On 5 December 1938, Gollnow joined the Foreign Office to prepare for service as consulate secretary. On 19 August 1939 Gollnow was appointed consulate secretary by Foreign Minister Joachim von Ribbentrop.

Looking to learn the English language, so as to enable him to achieve a more senior position at the Foreign Office, Gollnow answered an advert by Jane Donner, the niece of Mildred Harnack that read Studentin unterrichtet Englisch, ihr Muttersprache in a Berlin newspaper. Gollnow was initially taught by Donner at the Faculty of Foreign Studies. but when she became too busy, she passed Gollnow onto Mildred Harnack, who taught him at her home. He became friends with the Mildred Harnack, an American professor of American English Literature. From April 1939, Gollnow studied part-time at the Institute of Foreign Affairs.

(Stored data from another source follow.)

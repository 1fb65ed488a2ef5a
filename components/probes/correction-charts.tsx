import { roundTicks } from '@/components/chart/round-ticks'
import type { CorrectionPoint } from '@/components/probes/correction-scale'
import { correctionDomain, linearScale } from '@/components/probes/correction-scale'
import { formatInstant, formatSigned } from '@/lib/format'

const size = { width: 460, height: 220, left: 44, right: 62, top: 12, bottom: 28 } as const
const names = { ice: 'ice', boiling: 'boiling', block: 'block' } as const

type Frame = { x: (value: number) => number; y: (value: number) => number; domain: readonly [number, number] }

function frameOf(xDomain: readonly [number, number], points: readonly CorrectionPoint[]): Frame {
  const domain = correctionDomain(points)
  return {
    x: linearScale(xDomain, [size.left, size.width - size.right]),
    y: linearScale(domain, [size.height - size.bottom, size.top]),
    domain,
  }
}

/** Correction against the probe's reading: the newest points with their line, older ones faint. */
export function CorrectionByTemperature({
  points,
  line,
  unitName,
}: {
  points: readonly CorrectionPoint[]
  /** The correction in force, in the person's unit; straight pieces. */
  line: readonly { atTemp: number; correction: number; isInside: boolean }[]
  unitName: string
}) {
  const temps = line.map((one) => one.atTemp)
  const xDomain = [Math.min(...temps), Math.max(...temps)] as const
  const frame = frameOf(xDomain, points)
  const path = (isInside: boolean) =>
    line
      .slice(1)
      .map((to, index) => ({ from: line[index], to }))
      .filter(({ from, to }) => from !== undefined && (from.isInside && to.isInside) === isInside)
      .map(({ from, to }) =>
        from === undefined
          ? ''
          : `M${frame.x(from.atTemp)} ${frame.y(from.correction)}L${frame.x(to.atTemp)} ${frame.y(to.correction)}`,
      )
      .join('')
  return (
    <Chart
      title="Correction against temperature"
      frame={frame}
      unitName={unitName}
      xTicks={roundTicks(...xDomain, 5).map((tick) => ({ at: frame.x(tick), words: `${tick}°` }))}
    >
      <path d={path(true)} className="stroke-text" strokeWidth={1.6} fill="none" />
      <path d={path(false)} className="stroke-text" strokeWidth={1.2} strokeDasharray="4 4" fill="none" />
      {points.map((point, index) => (
        <Stem key={index} point={point} x={frame.x(point.atTemp)} frame={frame} />
      ))}
    </Chart>
  )
}

/** Correction against the day of the check, a line a kind, its name at its end. */
export function CorrectionByTime({
  points,
  zone,
  unitName,
}: {
  points: readonly CorrectionPoint[]
  zone: string
  unitName: string
}) {
  const times = points.map((point) => point.atMs)
  const [first, last] = [Math.min(...times), Math.max(...times)]
  const air = Math.max((last - first) * 0.06, 86_400_000)
  const frame = frameOf([first - air, last + air], points)
  const ends = last === first ? [last] : [first, last]
  return (
    <Chart
      title="Correction against time"
      frame={frame}
      unitName={unitName}
      xTicks={ends.map((at) => ({ at: frame.x(at), words: formatInstant(at, zone, 'date') }))}
    >
      {(['ice', 'boiling', 'block'] as const).map((kind) => (
        <KindLine key={kind} points={points.filter((point) => point.kind === kind)} frame={frame} />
      ))}
      <EndNames points={points} frame={frame} />
    </Chart>
  )
}

function KindLine({ points, frame }: { points: readonly CorrectionPoint[]; frame: Frame }) {
  const inTime = [...points].sort((a, b) => a.atMs - b.atMs)
  const path = inTime
    .map((point, index) => `${index === 0 ? 'M' : 'L'}${frame.x(point.atMs)} ${frame.y(point.correction)}`)
    .join('')
  return (
    <>
      <path d={path} className="stroke-text" strokeWidth={1.2} fill="none" />
      {inTime.map((point, index) => (
        <Stem key={index} point={point} x={frame.x(point.atMs)} frame={frame} />
      ))}
    </>
  )
}

/** Names stand at the lines' ends, pushed apart where they would lie over one another. */
function EndNames({ points, frame }: { points: readonly CorrectionPoint[]; frame: Frame }) {
  const ends = (['ice', 'boiling', 'block'] as const)
    .flatMap((kind) => {
      const newest = points
        .filter((point) => point.kind === kind)
        .sort((a, b) => b.atMs - a.atMs || b.atTemp - a.atTemp)[0]
      return newest === undefined ? [] : [{ kind, y: frame.y(newest.correction) }]
    })
    .sort((a, b) => a.y - b.y)
  let floor = -Infinity
  return ends.map(({ kind, y }) => {
    floor = Math.max(y, floor + 15)
    return (
      <text key={kind} x={size.width - size.right + 8} y={floor + 4} className="fill-soft text-[13px]">
        {names[kind]}
      </text>
    )
  })
}

/** A point with its uncertainty as a short stem through it. */
function Stem({ point, x, frame }: { point: CorrectionPoint; x: number; frame: Frame }) {
  const tone = point.isNewest ? 'stroke-text' : 'stroke-mute'
  return (
    <g className={tone}>
      <line
        x1={x}
        x2={x}
        y1={frame.y(point.correction - point.half)}
        y2={frame.y(point.correction + point.half)}
        strokeWidth={1}
      />
      <circle
        cx={x}
        cy={frame.y(point.correction)}
        r={3.5}
        className={point.isNewest ? 'fill-text' : 'fill-ground'}
        strokeWidth={1.2}
      />
    </g>
  )
}

function Chart({
  title,
  frame,
  unitName,
  xTicks,
  children,
}: {
  title: string
  frame: Frame
  unitName: string
  xTicks: readonly { at: number; words: string }[]
  children: React.ReactNode
}) {
  const ticks = roundTicks(...frame.domain, 4)
  const decimals = Math.max(0, ...ticks.map((tick) => (Number.isInteger(tick) ? 0 : 1)))
  return (
    <figure className="min-w-0">
      <figcaption className="text-small text-soft">
        {title}, {unitName}
      </figcaption>
      <svg
        viewBox={`0 0 ${size.width} ${size.height}`}
        className="block w-full max-w-[34rem]"
        role="img"
        aria-label={`${title}; the figures stand in the table of checks`}
      >
        {ticks.map((tick) => (
          <g key={tick}>
            <line
              x1={size.left}
              x2={size.width - size.right}
              y1={frame.y(tick)}
              y2={frame.y(tick)}
              className={tick === 0 ? 'stroke-edge' : 'stroke-line'}
              strokeWidth={1}
            />
            <text x={size.left - 8} y={frame.y(tick) + 4} textAnchor="end" className="fill-soft text-[13px]">
              {formatSigned(tick, decimals)}
            </text>
          </g>
        ))}
        {xTicks.map((tick, index) => (
          <text
            key={index}
            x={tick.at}
            y={size.height - 8}
            textAnchor="middle"
            className="fill-soft text-[13px]"
          >
            {tick.words}
          </text>
        ))}
        {children}
      </svg>
    </figure>
  )
}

On 1 April 1939, Gollnow became a reserve officer in the Luftwaffe with the rank of second lieutenant. In June 1940, Gollnow was drafted to a Luftwaffe Jagdfliegerschule in Tutow where he taught aircraft identification. While there, he underwent paratrooper training. In the summer of 1941 he was promoted to first lieutenant. At Arvid Harnack's suggestion, Gollnow continued his studies at the institute. Gollnow met Harro Schulze-Boysen through Mildred Harnack. Under the guise of helping him, Schulze-Boysen became an influence on Gollnow in the hope of turning him into an informer. In October 1941, Gollnow was promoted to a position in The Foreign Branch of the Abwehr in the Oberkommando der Wehrmacht of the Armed Forces High Command. Looking to impress the Harnacks, resulted in gross carelessness as Gollnow gave away information on the Abwehr that should have remained secret. Eventually, he became an important source to both the Harnacks and Schulze-Boysen.

==Arrest and Trial==
On 19 October 1942, Gollnow was arrested. On 19 December 1942, the 2nd senate of the Reichskriegsgericht sentenced Gollnow to death for disobedience in the field and disclosing state secrets to the enemy.

After the trial, Gollnow was separated from the imprisoned group and sent to Lehrterstrasse prison on 21 January 1943. Gollnow's execution was postponed so he could testify at the new trial of Mildred Harnack and Erika von Brockdorff.

==Execution==
On 12 February 1943, Gollnow was executed by firing squad at Tegel Prison.